╭─ DATA EXTRACT
/** Schema of a connection's pattern (which weights exist and which share one value). @category Network */
export const patternSchema = z.discriminatedUnion(
  "kind",
  [
    z.object({ kind: z.literal("full"), ...lateralFields }).strict(),
    z.object({ kind: z.literal("one-to-one") }).strict(),
    z
      .object({
        kind: z.literal("random"),
        fanIn: integerField("a number of sending units per receiving unit >= 1").optional(),
        probability: z.number({ error: "a probability in (0, 1]" }).refine((v) => v > 0 && v <= 1, { error: "a probability in (0, 1]" }).optional(),
        ...lateralFields,
      })
      .strict(),
    z
      .object({
        kind: z.literal("local"),
        radius: positiveField("a radius > 0 (in units of the sending sheet's grid)").optional(),
        kernel: pairField("a kernel size >= 1", 1).optional(),
        stride: pairField("a stride >= 1", 1).default(1),
        padding: pairField("a padding >= 0", 0).default(0),
        wrap: z.boolean({ error: "true or false" }).default(false),
        profile: profileSchema.optional(),
        ...lateralFields,
      })
      .strict(),
    z
      .object({
        kind: z.literal("convolution"),
        kernel: pairField("a kernel size >= 1", 1),
        stride: pairField("a stride >= 1", 1).default(1),
        padding: pairField("a padding >= 0", 0).default(0),
        wrap: z.boolean({ error: "true or false" }).default(false),
      })
      .strict(),
  ],
  { error: "a pattern kind: full, one-to-one, random, local or convolution" },
);

/** A connection pattern as declared (defaults filled in). @category Network */
export type PatternSpec = z.output<typeof patternSchema>;
/** A pattern's kind. @category Network */
export type PatternKind = PatternSpec["kind"];
/** A local pattern's initial weight profile. @category Network */
export type ProfileSpec = z.output<typeof profileSchema>;

/** A layer's geometry, `[rows, columns, channels]`: `[1, n, 1]` for a 1-D layer, channels 1 for a 2-D layer. @category Network */
export type Geometry = readonly [number, number, number];

/** The geometry of a layer declared with `shape` (`[n]`, `[h, w]` or `[h, w, c]`) or `size` alone. @category Network */
export function layerGeometry(layer: { readonly size: number; readonly shape?: readonly number[] | undefined }): Geometry {
  const s = layer.shape;
  if (s === undefined || s.length === 1) return [1, s?.[0] ?? layer.size, 1];
  return [s[0] as number, s[1] as number, s.length === 3 ? (s[2] as number) : 1];
}

/**
 * A connection's pattern compiled against its layers: the stored weights of the |to|×|from| matrix
 * (row = receiving unit, as the weights), in row-compressed order, with the parameter each stored
 * weight belongs to when positions share one (convolution). The interface other storage builds on
 * (see docs/architecture.md, "Connection patterns"); it never changes after the network is built.
 * @category Network
 */
export interface CompiledPattern {
  readonly kind: PatternKind;
  /** Receiving units (|to|). */
  readonly rows: number;
  /** Sending units (|from|). */
  readonly cols: number;
  /** rows×cols row-major: 1 where a weight exists, 0 where it is always exactly zero. */
  readonly mask: Uint8Array;
  /** rows + 1 offsets: the stored weights of row i are `rowStart[i] .. rowStart[i+1]-1`. */
  readonly rowStart: Int32Array;
  /** The sending unit of each stored weight (ascending within a row). */
  readonly colIndex: Int32Array;
  /** Number of stored weights (entries of the mask that are 1). */
  readonly stored: number;
  /** Positions sharing parameters (convolution): the parameter index of each stored weight, and their count. Null: every stored weight is its own parameter. */
  readonly shared: { readonly parameterOf: Int32Array; readonly count: number } | null;
  /** Lateral only: the matrix is tied symmetric (W = Wᵀ; the mask is symmetric too). */
  readonly symmetric: boolean;
  /** Lateral only: units connect to themselves (false: the diagonal is outside the pattern). */
  readonly selfConnections: boolean;
  /** Every entry is stored, none shared, no symmetry: nothing to project (today's dense connection). */
  readonly plain: boolean;
  /** Number of free parameters (stored weights, shared parameters, or symmetric pairs and diagonal entries). */
  readonly parameters: number;
  /** Initial weight of each stored weight from a local pattern's profile, else null. */
  readonly profile: Float64Array | null;
}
╰─
__ASSIGNMENT__.
Every record should be output precisely as it was given.

__REPLY TO THE TASK__.
/** Schema of a connection's pattern (which weights exist and which share one value). @category Network */
export const patternSchema = z.discriminatedUnion(
  "kind",
  [
    z.object({ kind: z.literal("full"), ...lateralFields }).strict(),
    z.object({ kind: z.literal("one-to-one") }).strict(),
    z
      .object({
        kind: z.literal("random"),
        fanIn: integerField("a number of sending units per receiving unit >= 1").optional(),
        probability: z.number({ error: "a probability in (0, 1]" }).refine((v) => v > 0 && v <= 1, { error: "a probability in (0, 1]" }).optional(),
        ...lateralFields,
      })
      .strict(),
    z
      .object({
        kind: z.literal("local"),
        radius: positiveField("a radius > 0 (in units of the sending sheet's grid)").optional(),
        kernel: pairField("a kernel size >= 1", 1).optional(),
        stride: pairField("a stride >= 1", 1).default(1),
        padding: pairField("a padding >= 0", 0).default(0),
        wrap: z.boolean({ error: "true or false" }).default(false),
        profile: profileSchema.optional(),
        ...lateralFields,
      })
      .strict(),
    z
      .object({
        kind: z.literal("convolution"),
        kernel: pairField("a kernel size >= 1", 1),
        stride: pairField("a stride >= 1", 1).default(1),
        padding: pairField("a padding >= 0", 0).default(0),
        wrap: z.boolean({ error: "true or false" }).default(false),
      })
      .strict(),
  ],
  { error: "a pattern kind: full, one-to-one, random, local or convolution" },
);

/** A connection pattern as declared (defaults filled in). @category Network */
export type PatternSpec = z.output<typeof patternSchema>;
/** A pattern's kind. @category Network */
export type PatternKind = PatternSpec["kind"];
/** A local pattern's initial weight profile. @category Network */
export type ProfileSpec = z.output<typeof profileSchema>;

/** A layer's geometry, `[rows, columns, channels]`: `[1, n, 1]` for a 1-D layer, channels 1 for a 2-D layer. @category Network */
export type Geometry = readonly [number, number, number];

/** The geometry of a layer declared with `shape` (`[n]`, `[h, w]` or `[h, w, c]`) or `size` alone. @category Network */
export function layerGeometry(layer: { readonly size: number; readonly shape?: readonly number[] | undefined }): Geometry {
  const s = layer.shape;
  if (s === undefined || s.length === 1) return [1, s?.[0] ?? layer.size, 1];
  return [s[0] as number, s[1] as number, s.length === 3 ? (s[2] as number) : 1];
}

/**
 * A connection's pattern compiled against its layers: the stored weights of the |to|×|from| matrix
 * (row = receiving unit, as the weights), in row-compressed order, with the parameter each stored
 * weight belongs to when positions share one (convolution). The interface other storage builds on
 * (see docs/architecture.md, "Connection patterns"); it never changes after the network is built.
 * @category Network
 */
export interface CompiledPattern {
  readonly kind: PatternKind;
  /** Receiving units (|to|). */
  readonly rows: number;
  /** Sending units (|from|). */
  readonly cols: number;
  /** rows×cols row-major: 1 where a weight exists, 0 where it is always exactly zero. */
  readonly mask: Uint8Array;
  /** rows + 1 offsets: the stored weights of row i are `rowStart[i] .. rowStart[i+1]-1`. */
  readonly rowStart: Int32Array;
  /** The sending unit of each stored weight (ascending within a row). */
  readonly colIndex: Int32Array;
  /** Number of stored weights (entries of the mask that are 1). */
  readonly stored: number;
  /** Positions sharing parameters (convolution): the parameter index of each stored weight, and their count. Null: every stored weight is its own parameter. */
  readonly shared: { readonly parameterOf: Int32Array; readonly count: number } | null;
  /** Lateral only: the matrix is tied symmetric (W = Wᵀ; the mask is symmetric too). */
  readonly symmetric: boolean;
  /** Lateral only: units connect to themselves (false: the diagonal is outside the pattern). */
  readonly selfConnections: boolean;
  /** Every entry is stored, none shared, no symmetry: nothing to project (today's dense connection). */
  readonly plain: boolean;
  /** Number of free parameters (stored weights, shared parameters, or symmetric pairs and diagonal entries). */
  readonly parameters: number;
  /** Initial weight of each stored weight from a local pattern's profile, else null. */
  readonly profile: Float64Array | null;
}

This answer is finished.